难得。这豆芽儿是我们家拿柴火烧炕煨出来的,得把柴火价格算进去,要价的确要贵一些,卖二百五十文一斤哩。”
宁五姑娘当即嘶了一声:“……这洞子菜竟比金子还贵了。”
蜜宝是个懂事孩子,已就拉住了宁程氏的手,用力咽着口水道:“娘,太贵了。咱们不吃。二百五十文可以买十多斤棉花,给大头哥哥、早秋姐姐、二头哥哥都做一身新棉袄了。”
“等再过两个月,春天来了,咱们就可以吃到很多新鲜蔬菜了。”
宁程氏却已对那小贩开了口:“给我来一斤吧。“然后接了小贩递来的豆芽菜,用自己冰凉面颊贴了贴蜜宝面颊,笑着道,“一斤豆芽菜而已,难得我们蜜宝真的想吃,就当偶尔开开荤了。”
一向宁五姑娘也是笑道:“蜜宝,你就放心吃吧。咱们家今年赚着钱了,不会亏着你早秋姐姐和二头、四头哥哥的棉花,和你这一张小馋嘴的。”
“哪怕娘看见了都不会说什么的。”
果然宁老太太看见宁程氏手中的豆芽菜,问清了是蜜宝想吃,也没有多说一句,只是道:“待会儿记得去买点韭菜和黄豆。要是蜜宝下次还想吃青菜,也不用这么远了买,咱们自己在家发就是了。”
“就是费点柴的事了。”
分明为了省点钱用,早饭吃得都是自己带的干饼,却愿意为自己花钱买二百五十文的豆芽菜,蜜宝一时鼻尖有点儿酸,扑到了宁程氏的怀里道:“娘,你们再这么疼我了,我会被宠坏的。
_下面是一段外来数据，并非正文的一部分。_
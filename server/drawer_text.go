package main

import (
	"encoding/json"
	"errors"
	"fmt"
	"strconv"
	"strings"
	"unicode"

	"lanternbook/calc/quantity"
)

// text is a member's value as its field shows it, and as parse reads it again.
// A member that is missing, or not of the figure's kind, shows as nothing.
func (f figure) text(raw json.RawMessage) string {
	if raw == nil {
		return ""
	}
	switch f.kind {
	case ofNumber:
		if v, err := read[float64](raw); err == nil && f.tiny && v != 0 {
			return strconv.FormatFloat(v, 'g', -1, 64) + " " + f.unit
		} else if err == nil {
			return quantity.Text(v, f.unit)
		}
	case ofSpread:
		if v, err := readSpread(raw); err == nil {
			return quantity.FormatSpread(v, f.unit)
		}
	case ofPairs:
		if pairs, err := read[[][2]float64](raw); err == nil {
			return f.pairsText(pairs)
		}
	case ofChoice:
		if v, err := read[bool](raw); err == nil && v {
			return f.yes
		}
	default:
		if v, err := read[string](raw); err == nil {
			return plainLines(v)
		}
	}
	return ""
}

// pairsText writes one pair a line.
func (f figure) pairsText(pairs [][2]float64) string {
	lines := make([]string, len(pairs))
	for i, p := range pairs {
		lines[i] = quantity.Text(p[0], f.unit) + "  " + quantity.Text(p[1], f.second)
	}
	return strings.Join(lines, "\n")
}

// parse reads what was typed, which is not empty, into a JSON value. An error
// is a sentence for the person who typed.
func (f figure) parse(typed string) (any, error) {
	switch f.kind {
	case ofNumber:
		if err := f.bare(typed); err != nil {
			return nil, err
		}
		return quantity.Parse(typed, f.unit)
	case ofSpread:
		if err := f.bare(typed); err != nil {
			return nil, err
		}
		s, err := quantity.ParseSpread(typed, f.unit)
		if err != nil || s.Bare {
			return s.Typ, err
		}
		return limits{s.Min, s.Typ, s.Max}, nil
	case ofPairs:
		return f.parsePairs(typed)
	case ofChoice:
		return typed == f.yes, nil
	}
	return typed, nil
}

// bare refuses a number without its unit where people write a prefix: 20 in a
// field of amps is a slip for 20 mA, and would pass every check of plausibility
// in some other build.
func (f figure) bare(typed string) error {
	if !f.scaled || f.unit == quantity.Number {
		return nil
	}
	number, err := quantity.ParseSpread(typed, quantity.Number)
	plain := err == nil && !strings.Contains(typed, "%")
	if !plain || number.Min == 0 && number.Max == 0 {
		return nil
	}
	return fmt.Errorf("%q has no unit: write it like %s", strings.TrimSpace(typed), f.example)
}

// parsePairs reads one pair a line; a line without anything is none.
func (f figure) parsePairs(typed string) (any, error) {
	pairs := [][2]float64{}
	for i, line := range strings.Split(plainLines(typed), "\n") {
		if strings.TrimSpace(line) == "" {
			continue
		}
		pair, err := f.parsePair(line)
		if err != nil {
			return nil, fmt.Errorf("line %d: %w", i+1, err)
		}
		pairs = append(pairs, pair)
	}
	return pairs, nil
}

func (f figure) parsePair(line string) (pair [2]float64, err error) {
	pieces := valuesOf(line)
	if len(pieces) != 2 {
		return pair, fmt.Errorf("write two values, like %s", f.example)
	}
	if err = f.bare(pieces[0]); err != nil {
		return pair, err
	}
	if pair[0], err = quantity.Parse(pieces[0], f.unit); err != nil {
		return pair, err
	}
	pair[1], err = quantity.Parse(pieces[1], f.second)
	return pair, err
}

// valuesOf cuts a line into values: at a semicolon, a bar, a tab, a comma with
// a blank behind it, a slash with blanks round it, and at blanks before which a
// value is complete.
func valuesOf(line string) []string {
	line = strings.NewReplacer(";", "|", "\t", "|", ", ", "|", " / ", "|").Replace(strings.TrimSpace(line))
	var pieces []string
	for part := range strings.SplitSeq(line, "|") {
		for i, word := range strings.Fields(part) {
			if i == 0 || startsValue(word) {
				pieces = append(pieces, word)
			} else {
				pieces[len(pieces)-1] += " " + word
			}
		}
	}
	return pieces
}

func startsValue(word string) bool {
	word = strings.TrimLeft(word, "+-−–.,")
	return word != "" && unicode.IsDigit(rune(word[0]))
}

// plainLines is text with the line ends that documents have; a browser sends
// those of RFC 9110's form data.
func plainLines(s string) string { return strings.ReplaceAll(s, "\r\n", "\n") }

func read[T any](raw json.RawMessage) (T, error) {
	var v T
	err := json.Unmarshal(raw, &v)
	return v, err
}

// readSpread reads a spread in either of its two spellings.
func readSpread(raw json.RawMessage) (quantity.Spread, error) {
	if v, err := read[float64](raw); err == nil {
		return quantity.Spread{Min: v, Typ: v, Max: v, Bare: true}, nil
	}
	v, err := read[map[string]float64](raw)
	if err != nil || len(v) != 3 {
		return quantity.Spread{}, errors.New("no spread")
	}
	return quantity.Spread{Min: v["min"], Typ: v["typ"], Max: v["max"]}, nil
}
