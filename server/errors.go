package main

import (
	"errors"
	"fmt"
	"net/http"

	"github.com/go-chi/chi/v5/middleware"

	"lanternbook/calc"
	"lanternbook/store"
)

// refusal is an error that a handler has already put into words.
type refusal struct {
	status int
	title  string // a few words, the same for each such refusal
	detail string // what is wrong this time, or what to do about it
	faults calc.Invalid
}

// Error returns the refusal's words.
func (e *refusal) Error() string { return e.title + ": " + e.detail }

// unsolvable is the title of a build that no operating point was found for.
const unsolvable = "The build cannot be solved"

// refuse returns an error that is answered with this status and these words.
func refuse(status int, title, format string, args ...any) error {
	return &refusal{status: status, title: title, detail: fmt.Sprintf(format, args...)}
}

// explain turns any error into what may be told about it. An error it does not
// know becomes fixed words, and is logged with its cause: nothing from inside
// reaches the answer.
func (s *server) explain(r *http.Request, err error) problem {
	var (
		told     *refusal
		stale    *store.Stale
		taken    *store.KeyTaken
		tooLarge *http.MaxBytesError
		invalid  calc.Invalid
		unsolved *calc.Unsolved
	)
	switch {
	case errors.As(err, &told):
		return newProblem(told.status, told.title, told.detail, told.faults)
	case errors.Is(err, store.ErrNotFound):
		return newProblem(http.StatusNotFound, "There is nothing here",
			"What you asked for does not exist. It may have been deleted, or the address may have a slip.", nil)
	case errors.Is(err, store.ErrNothing):
		return newProblem(http.StatusConflict, "There is nothing to undo or redo",
			"The build is already at that end of its changes.", nil)
	case errors.As(err, &stale):
		return newProblem(http.StatusConflict, "The build was changed meanwhile",
			fmt.Sprintf("It is at revision %d now. Load it again, then make your change on what is there.", stale.Have), nil)
	case errors.As(err, &taken):
		return newProblem(http.StatusConflict, "The drawer has such a part already",
			"Another part in the drawer has this key. Choose another one.", nil)
	case errors.As(err, &tooLarge):
		return newProblem(http.StatusRequestEntityTooLarge, "That is too much at once",
			fmt.Sprintf("At most %d MiB are taken in one request.", tooLarge.Limit>>20), nil)
	case errors.As(err, &invalid):
		return newProblem(http.StatusUnprocessableEntity, "The document cannot be used", invalid.Error(), invalid)
	case errors.As(err, &unsolved):
		return newProblem(http.StatusUnprocessableEntity, unsolvable, unsolved.Error(), nil)
	}
	s.log.ErrorContext(r.Context(), "request failed", "method", r.Method, "path", r.URL.Path,
		"request", middleware.GetReqID(r.Context()), "err", err)
	return newProblem(http.StatusInternalServerError, "Something went wrong here",
		"The program met a fault of its own; its log tells more. What it said was kept is kept.", nil)
}

// notFound answers an address that no route has.
func (s *server) notFound(w http.ResponseWriter, r *http.Request) {
	s.fail(w, r, store.ErrNotFound)
}

// fail answers in the form that the address calls for: a problem document for
// programs, a page for people.
func (s *server) fail(w http.ResponseWriter, r *http.Request, err error) {
	if forPrograms(r) {
		s.sendProblem(w, r, err)
		return
	}
	s.showProblem(w, r, err)
}
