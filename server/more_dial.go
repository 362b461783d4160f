package main

import (
	"errors"
	"net/http"
	"strconv"

	"lanternbook/calc"
	"lanternbook/web"
)

// mostDials is how many settings are turned at once.
const mostDials = 8

// showDials: GET /builds/{id}/more/dial.
func (s *server) showDials(w http.ResponseWriter, r *http.Request) error {
	in, err := s.moreInput(r)
	if err != nil {
		return err
	}
	var dials []calc.DialTable
	settings := turnable(in.Build)
	for _, where := range settings[:min(mostDials, len(settings))] {
		if err := r.Context().Err(); err != nil {
			return err
		}
		d, err := calc.Dial(in.Build, where)
		var unsolved *calc.Unsolved
		var invalid calc.Invalid
		if errors.As(err, &unsolved) || errors.As(err, &invalid) { // a rail without strings, a setting nobody can solve
			continue
		}
		if err != nil {
			return err
		}
		dials = append(dials, d)
	}
	view := web.NewDialsView(in, dials, len(settings))
	if in.Own {
		return render(w, r, http.StatusOK, web.DialsPage(view))
	}
	return render(w, r, http.StatusOK, web.Dials(view))
}

// turnable are the rails and strings that have a pot or a control voltage of
// their own, as calc.Dial names them.
func turnable(b calc.Build) []string {
	var list []string
	add := func(where string, i int, c *calc.Control) {
		if c != nil && (c.Pot != nil || c.Volts != nil) {
			list = append(list, where+strconv.Itoa(i))
		}
	}
	for i, rail := range b.Rails {
		add("/rails/", i, rail.Control)
	}
	for i, str := range b.Strings {
		switch d := str.Driver; {
		case d.FollowerSink != nil:
			add("/strings/", i, &d.FollowerSink.Control)
		case d.OpampSink != nil:
			add("/strings/", i, &d.OpampSink.Control)
		}
	}
	return list
}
”
“傻孩子。”宁五姑娘笑道,“你这么招人喜欢,咱们不疼你疼谁呢。”
宁程氏也笑道:“咱们蜜宝是个懂事孩子,不会被宠坏的。”
宁老太太也温柔地揉了一把蜜宝的头发。
……
说话间一家人已到卖牛的摊子前。
今儿个早集上有三家卖牛的,一家卖的是半大的小青牛犊,约莫三个月大,要价四贯钱;一家卖的是一只成年的大黄牛,瞧着就膘肥体壮的,要价也更贵一些,要足足二十二贯钱。
大抵是到了冬日腊月了,这两家的牛的卖价都比平日要高一些。
但无论大黄牛、还是小牛犊都生得很好,看着精神头十足十分健康,问价的人还是很多。
唯独最后一家面前拴着一头病得半死不活,瘦得骨头都露出来了,正躺在一个干草堆上,垂头耷脑地慢慢吃着干草,肚子老大的老牛。